Here's why I remain a fan of the company:

Earnings are growing steadily

On Tuesday, J&J posted better-than-expected revenue and earnings for the third-quarter, prompting the company to raise its full-year outlook for the third time in 2014 – a very bullish sign.

Lifted by sales of prescription drugs – including Olysio for hepatitis C, Remicade for arthritis and Zytiga for prostate cancer – J&J's revenue rose 5 per cent to $18.5-billion (U.S.) and earnings soared 59 per cent to $4.75-billion or $1.66 a share. Excluding one-time items, per-share earnings came in at $1.50 – beating the average estimate of $1.45 according to analysts surveyed by Thomson Reuters.

And there's a lot more money to be made.

"We believe [J&J's] earnings growth will accelerate over the next few years, driven primarily by newly launched biopharmaceutical products and a decreasing impact from patent losses," Edward Jones analyst Ashtyn Evans said in a recent note.

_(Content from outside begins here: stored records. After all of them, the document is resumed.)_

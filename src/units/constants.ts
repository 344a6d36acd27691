/**
 * Numerical constants used across filterwright, at full double precision.
 *
 * @module
 */

/**
 * 2 pi, the number of radians in one cycle (converts hertz to rad/s).
 *
 * Correctly rounded double of 6.283185307179586476925286766559...
 * (computed with mpmath to 30 digits).
 *
 * @example
 * ```ts
 * TWO_PI * 1000; //=> 6283.185307179586
 * ```
 */
export const TWO_PI = 6.283185307179586;

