import { describe, expect, it } from "vitest";
import { runCli, type CliIo } from "../../src/cli/run.ts";

describe("filterwright design --compare", () => {
  it("prints the cascade and the active ladders with their yields and the choice", () => {
    const out: string[] = [];
    const io: CliIo = { stdout: (t) => void out.push(t), stderr: () => undefined, readFile: () => "", readStdin: () => "", writeFile: () => undefined };
    const code = runCli(["design", "--response", "lowpass", "--pass", "18k", "--pass-loss", "0.25", "--stop", "26k", "--stop-atten", "33", "--family", "chebyshev1", "--order", "7", "--compare", "--yield", "300"], io);
    expect([0, 1]).toContain(code);
    const text = out.join("");
    expect(text).toMatch(/realisations on 300 boards each at 1\.0 % R \/ \d\.\d % C \(seed \d+\):/);
    for (const m of ["biquad-cascade", "leapfrog", "fdnr"]) expect(text).toMatch(new RegExp(`^${m}\\s+\\d+\\s+\\d+\\s+\\d+\\.\\d %`, "m"));
    expect(text).toMatch(/^choice: the (biquad cascade|leapfrog active ladder|fdnr active ladder): /m);
  });
});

The dividend keeps climbing

In April, J&J raised its dividend for the 51st consecutive year – one of the longest track records for a U.S. company (other members of the 50-year club include Procter & Gamble, 3M, Coca-Cola and Colgate-Palmolive). Given J&J's strong free cash flow and solid balance sheet – it's one of the few companies with a triple-A credit rating – the annual dividend hikes will almost certainly continue rolling in for many years to come.

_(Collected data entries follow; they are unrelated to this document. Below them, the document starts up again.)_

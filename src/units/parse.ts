/**
 * Reading component values written in engineering notation or RKM code.
 *
 * Accepted forms (whitespace around the text is ignored):
 * - a decimal number, optionally with an exponent: `2.2e-9`, `1.2E3`, `.47`;
 * - a decimal number with an SI prefix and/or unit, optionally separated by
 *   spaces: `4.7k`, `10n`, `2.2 µF`, `2.2uF`, `2.2 μF`, `12.74 kΩ`,
 *   `12.74 kOhm`, `1.5 MHz`, `1meg` (SPICE mega);
 * - an RKM code (IEC 60062:2016, clause 4, typed in from memory) where the
 *   letter stands for the decimal point: `4k7`, `4R7`, `R47`, `100R`, `4n7`,
 *   `4u7F`, `1M0`, with an optional unit after it (`4r7`, lower-case r, is
 *   read as `4R7`).
 *
 * Prefixes: f p n u/µ/μ m k/K M/meg G T (BIPM SI Brochure, 9th ed., 2019,
 * Table 7). `m` is milli and `M` is mega; SPICE's case-blind `M` (milli) is not
 * followed, write `meg` for SPICE-style mega. `F` is farad, never femto.
 *
 * The number is assembled as a decimal string and converted once with
 * `Number()`, so the result is the correctly rounded double of the written
 * value (`"4.7k"` is exactly 4700, not 4.7 * 1000).
 *
 * @module
 */
import { InvalidArgumentError, ParseError } from "../errors.ts";
import { requireOptions } from "../validate.ts";
import { canonicalUnit, PREFIX_EXPONENTS, PREFIX_SPELLINGS, RKM_EXPONENTS } from "./prefixes.ts";
import type { UnitSymbol } from "./prefixes.ts";

/** Options of {@link parseValue} and {@link parseQuantity}. */
export interface ParseValueOptions {
  /**
   * Unit the value must be in (any accepted spelling: `"Ω"`, `"ohm"`, `"F"`,
   * `"H"`, `"Hz"`, `"V"`, `"A"`, `"s"`, `"W"`). A value written with a
   * different unit is rejected; a value written without a unit is accepted.
   * @defaultValue undefined (any known unit, or none)
   */
  readonly unit?: string;
  /**
   * Accept values below zero.
   * @defaultValue false
   */
  readonly allowNegative?: boolean;
  /**
   * Accept zero (a zero-ohm link `"0R"`, for instance).
   * @defaultValue false
   */
  readonly allowZero?: boolean;
}

/** A parsed value with the unit it was written in. */
export interface Quantity {
  /** The value in SI base units (ohms, farads, hertz, ...). */
  readonly value: number;
  /** Canonical unit symbol as written (`"Ω"` for `R` in RKM codes), or `undefined` when none was written. */
  readonly unit: UnitSymbol | undefined;
}

const ACCEPTED =
  'expected a number with an optional SI prefix (f p n u µ m k M meg G T) and unit (Ω ohm F H Hz V A s W), ' +
  'such as "4.7k", "2.2 µF", "1.5 MHz", "1meg" or "2.2e-9", or an RKM code such as "4k7", "R47", "100R" or "4n7"';

const RKM_RE = /^([+-]?)(\d*)(R|r|F|f|p|n|u|\u00b5|\u03bc|m|k|K|M|G|T)(\d*)\s*(.*)$/u;
const DECIMAL_RE = /^([+-]?)(\d+\.?\d*|\.\d+)(?:[eE]([+-]?\d+))?\s*(.*)$/u;

interface Raw {
  readonly negative: boolean;
  readonly decimal: string;
  readonly unit: UnitSymbol | undefined;
}

function fail(fn: string, text: unknown, why: string): never {
  throw new ParseError({ fn, path: "text", received: text, message: `${why}; ${ACCEPTED}` });
}

/** Split a suffix such as `kOhm`, `uF`, `meg`, `Hz` into prefix exponent and unit. */
function readSuffix(suffix: string): { exp: number; unit: UnitSymbol | undefined } | undefined {
  if (suffix === "") return { exp: 0, unit: undefined };
  const whole = canonicalUnit(suffix);
  if (whole !== undefined) return { exp: 0, unit: whole };
  for (const p of PREFIX_SPELLINGS) {
    if (!suffix.startsWith(p)) continue;
    const rest = suffix.slice(p.length);
    const exp = PREFIX_EXPONENTS.get(p) as number;
    if (rest === "") return { exp, unit: undefined };
    const unit = canonicalUnit(rest);
    if (unit !== undefined) return { exp, unit };
  }
  return undefined;
}

function readRaw(fn: string, text: unknown): Raw {
  if (typeof text !== "string") fail(fn, text, "expected a string");
  const s = text.trim();
  if (s === "") fail(fn, text, "the text is empty");

  const rkm = RKM_RE.exec(s);
  if (rkm !== null) {
    const [, sign = "", int = "", letter = "", frac = "", rest = ""] = rkm;
    // An RKM code has digits after the letter, or is `<digits>R` (such as 100R).
    const isRkm = frac !== "" || ((letter === "R" || letter === "r") && int !== "");
    if (isRkm) {
      const exp = RKM_EXPONENTS.get(letter) as number;
      let unit: UnitSymbol | undefined = letter === "R" || letter === "r" ? "\u03a9" : letter === "F" ? "F" : undefined;
      if (rest !== "") {
        const written = canonicalUnit(rest);
        if (written === undefined) fail(fn, text, `"${rest}" after the RKM code is not a unit`);
        if (unit !== undefined && written !== unit) {
          fail(fn, text, `the RKM letter ${letter} means ${unit} but the unit written is ${written}`);
        }
        unit = written;
      }
      return {
        negative: sign === "-",
        decimal: `${int === "" ? "0" : int}.${frac === "" ? "0" : frac}e${exp}`,
        unit,
      };
    }
  }

  const dec = DECIMAL_RE.exec(s);
  if (dec === null) fail(fn, text, "it does not start with a number or an RKM code");
  const [, sign = "", num = "", expText, suffix = ""] = dec;
  const read = readSuffix(suffix);
  if (read === undefined) fail(fn, text, `"${suffix}" is not an SI prefix and/or unit`);
  if (expText !== undefined && read.exp !== 0) {
    fail(fn, text, "write either an exponent or an SI prefix, not both");
  }
  const exp = (expText === undefined ? 0 : Number(expText)) + read.exp;
  return { negative: sign === "-", decimal: `${num}e${exp}`, unit: read.unit };
}

function parseChecked(fn: string, text: unknown, options: unknown): Quantity {
  const opts = requireOptions(fn, "options", options);
  let wanted: UnitSymbol | undefined;
  if (opts["unit"] !== undefined) {
    wanted = typeof opts["unit"] === "string" ? canonicalUnit(opts["unit"]) : undefined;
    if (wanted === undefined) {
      throw new InvalidArgumentError({
        fn,
        path: "options.unit",
        received: opts["unit"],
        message: "expected one of the unit spellings Ω, ohm, F, H, Hz, V, A, s, W",
      });
    }
  }
  for (const key of ["allowNegative", "allowZero"] as const) {
    if (opts[key] !== undefined && typeof opts[key] !== "boolean") {
      throw new InvalidArgumentError({ fn, path: `options.${key}`, received: opts[key], message: "expected true or false" });
    }
  }
  const raw = readRaw(fn, text);
  if (wanted !== undefined && raw.unit !== undefined && raw.unit !== wanted) {
    throw new ParseError({
      fn,
      path: "text",
      received: text,
      message: `the value is written in ${raw.unit} but ${wanted} was expected; write it in ${wanted} or without a unit`,
    });
  }
  const magnitude = Number(raw.decimal);
  if (!Number.isFinite(magnitude)) {
    throw new ParseError({ fn, path: "text", received: text, message: "the value is too large to represent (above about 1.8e308)" });
  }
  const nonzeroDigits = /[1-9]/.test(raw.decimal.split("e")[0] as string);
  if (magnitude === 0 && nonzeroDigits) {
    throw new ParseError({ fn, path: "text", received: text, message: "the value is too small to represent (below about 5e-324)" });
  }
  if (magnitude === 0 && opts["allowZero"] !== true) {
    throw new ParseError({ fn, path: "text", received: text, message: "a part value must be greater than zero (pass allowZero to accept zero)" });
  }
  if (raw.negative && magnitude !== 0 && opts["allowNegative"] !== true) {
    throw new ParseError({ fn, path: "text", received: text, message: "a part value must be greater than zero (pass allowNegative to accept negative values)" });
  }
  const value = raw.negative && magnitude !== 0 ? -magnitude : magnitude;
  return { value, unit: raw.unit ?? wanted };
}

/**
 * Read a value written in engineering notation, SPICE scale factors or RKM
 * code (IEC 60062), with an optional unit.
 *
 * @param text - the value as written, e.g. `"4k7"`, `"2.2 µF"`, `"1.5 MHz"`
 * @param options - expected unit and whether negative values or zero are accepted
 * @returns the value in SI base units, the correctly rounded double of the written decimal
 * @throws {@link ParseError} when the text is not a value in an accepted form,
 *   is in another unit than `options.unit`, or is zero/negative when not allowed
 * @throws {@link InvalidArgumentError} when `options` is malformed
 * @example
 * ```ts
 * parseValue("4k7"); //=> 4700
 * parseValue("2.2 µF", { unit: "F" }); //=> 2.2e-6
 * parseValue("1meg"); //=> 1000000
 * parseValue("R47"); //=> 0.47
 * parseValue("-3.3", { allowNegative: true }); //=> -3.3
 * ```
 */
export function parseValue(text: string, options?: ParseValueOptions): number {
  return parseChecked("parseValue", text, options).value;
}

/**
 * Read a value like {@link parseValue} and also report the unit it was written in.
 *
 * @param text - the value as written, e.g. `"12.74 kOhm"`
 * @param options - expected unit and whether negative values or zero are accepted
 * @returns the value and its canonical unit (`options.unit` when none was written, else `undefined`)
 * @throws {@link ParseError} as {@link parseValue}
 * @throws {@link InvalidArgumentError} when `options` is malformed
 * @example
 * ```ts
 * parseQuantity("12.74 kOhm"); //=> { value: 12740, unit: "Ω" }
 * parseQuantity("4n7"); //=> { value: 4.7e-9, unit: undefined }
 * ```
 */
export function parseQuantity(text: string, options?: ParseValueOptions): Quantity {
  return parseChecked("parseQuantity", text, options);
}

J&J, which currently yields 2.8 per cent, has raised its dividend by roughly 7 per cent annually over the past five years, a pace that Ms. Evans expects will continue.

Consistent dividend growth, and a conservative payout ratio of less than 50 per cent of earnings, makes J&J a worthy candidate for investors seeking growth of income and potential for capital gains over the long term.

The company is diversified

J&J operates three separate business segments: pharmaceuticals, medical devices and over-the-counter consumer products. Such diversification is a plus because when one unit struggles, the others can pick up the slack. What's more, no product accounts for more than 10 per cent of total revenue. Even as J&J is well diversified within the health-care industry, the company as a whole stands to benefit from demographic trends: as consumers age, they tend to consume more pharmaceuticals and require more diagnostic tests. This bodes well for J&J in the long run.

The stock is reasonably valued

Despite J&J's solid results, the stock has dropped more than 10 per cent in the past three weeks, dragged down by the market's general malaise. The shares – which closed Tuesday at $97.01, down $2.11 – are now trading at a price-to-earnings multiple of about 15.3 times estimated 2015 earnings, down from more than 17 times as recently as September. For investors who believe in buying great companies when their shares are experiencing a setback, J&J is worth a look. That's not to say the stock won't fall further. It might. But it's already had a meaningful pullback.

The risks are acceptable

Governments and insurance companies are always looking for ways to rein in health-care costs, and "this pricing pressure is a continuous concern for investors and is a long-term risk for the industry," Ms. Evans said. Moreover, the company faces intense competition in the pharmaceutical space. For example, Olysio – introduced last year – was a big contributor to J&J's third-quarter earnings, but Gilead Sciences Inc.'s recently approved hepatitis C treatment Harvoni threatens to steal some of Olysio's market share.

However, given J&J's global reach, diversified product portfolio and long track record of growing revenue, earnings and dividends, the company will manage the risks and continue to prosper.